By September public opinion turned against the trials and they eventually closed early in 1693. The cases became notorious and were interpreted by later generations as a warning sign against the dangers of religious fanaticism, isolation and lapses in due process. In 1711 the convictions of twenty-two people were reversed by the courts and their families were given monetary compensation.

1839 👉🏼 Details of Louis Daguerre’s 1st practical photographic process are released in Paris
1895 👉🏼 American frontier murderer and outlaw, John Wesley Hardin, is killed by an off-duty policeman in a saloon in El Paso, Texas.
1900 👉🏼 Start of the one and only Olympic cricket match, in Paris
1914 👉🏼 In a message to the Senate, US President Woodrow Wilson urges the American people to be ‘neutral in fact as well as name’
1919 👉🏼 Afghanistan declares independence from UK
1934 👉🏼 Adolf Hitler, already chancellor, is also elected president of Germany in an unprecedented consolidation of power in the short history of the republic.

1941 👉🏼 Romania annexes the Transnistria territory from the Soviet Union after Operation Barbarossa.
On 22 June 1941 Nazi Germany and its allies launched the largest invasion in military history when they attacked the Soviet Union across a 2,900km (1,800 mi) front line with more than 3 million troops. Operation Barbarossa was a decisive moment in World War II, as up until the attack on Russia, Germany had dominated the European continent with a series of successful military occupations and alliances.
After an initial series of successful gains, the Axis advance halted after the failed attempt to capture Moscow at the end of 1941, by which time the infamous Russian winter had begun to set in. This allowed the Russians to launch counteroffensives, and the Germans were never again able to seize the offensive and were instead forced into a war of attrition. The failure of the invasion sealed Germany’s fate and awoke the sleeping Russian beast which swept westward and into Berlin by 1945.
The war in the Soviet Union was the most disastrous theater of war in human history. It carried with it gigantic human costs – 26 million civilian deaths in Russia alone – as well as the beginning of the mass extermination of Jews in the Holocaust. More people died fighting in the East than in any other theater of World War II.

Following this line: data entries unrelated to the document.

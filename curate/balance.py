"""Class balance over a disease tree: images, lesions and patients per node, rolled up.

:func:`balance` counts, for every taxonomy node, the images, distinct lesions
and distinct patients at or beneath it (a node counts everything in its
subtree), in total and broken down by one column (``split``, ``source``,
``modality``, ``ita_bin`` ...). :func:`check_balance` turns the table into a
:class:`~curate.report.Report` of nodes below a minimum and nodes whose share
differs strongly between groups. :func:`tree_view` and :func:`plot_balance`
render it (indented table; horizontal bars per group).

Counting rules
--------------
* An image without a lesion id counts as a lesion of its own; an image without
  a patient id counts as a patient of its own lesion (so it never merges with
  other unidentified images).
* A lesion whose images map to several nodes counts once at each node that
  holds any of its images, and once (not twice) at their common ancestors.
* Images without a node (unmapped labels) are not in the table; their number is
  kept in ``table.attrs["unmapped_images"]``.

The roll-up is vectorised: nodes are kept in pre-order so that each subtree is a
contiguous range, and a cumulative sum gives every subtree total at once.
Lesions or patients seen at more than one node are expanded to their ancestors
and de-duplicated instead.

This module never prints and never writes files.
"""

from __future__ import annotations

import sys
import types
from typing import Sequence

import numpy as np
import pandas as pd

from curate.report import Finding, Reason, Report
from curate.taxonomy import Taxonomy

__all__ = ["BalanceIssue", "balance", "check_balance", "tree_view", "plot_balance", "MEASURES"]

MEASURES = ("images", "lesions", "patients")
ALL = "all"
MISSING_GROUP = "(none)"


class BalanceIssue(Reason):
    """Why a node of the balance table is flagged."""

    BELOW_MINIMUM = "below_minimum"
    IMBALANCED = "imbalanced"


def _positions(nodes: pd.Series, taxonomy: Taxonomy) -> np.ndarray:
    index = pd.Index(taxonomy.order)
    return index.get_indexer(nodes.astype(object)).astype(np.int64)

1942 👉🏼 World War II: Over 4,000 Canadian and British soldiers killed, wounded or captured raiding Dieppe, France
1970 👉🏼 The Chinese Community in South Africa is granted ‘White’ status
1988 👉🏼 Iran-Iraq begin a cease-fire in their 8-year-old war (11 PM EDT)
1991 👉🏼 Conservative members of the Communist Party of the Soviet Union attempt to depose Mikhail Gorbachev in a coup d’état
2001 👉🏼 German Ferrari driver Michael Schumacher wins the Hungarian Grand prix at the Hungaroring to clinch his 4th F1 World Drivers Championship and equal Alain Prost’s record of 51 Grand Prix victories
2010 👉🏼 Operation Iraqi Freedom ends, with the last of the United States brigade combat teams crossing the border to Kuwait

2014 👉🏼 NASA satellites take photos showing that the eastern basin of the Aral Sea had for the first time completely dried up.
One of the worst environmental disasters on Earth (and one of the least known), the drying of the Aral Sea has economically devastated the once-prosperous fishing region around it in Uzbekistan and Kazakhstan. The area where its eastern basin dried up is now called the Aralkum Desert.
Several initiatives have been underway for a number of years to refill the sea, but in August 2014 satellite photos confirmed that its eastern basin had for the first time completely dried up.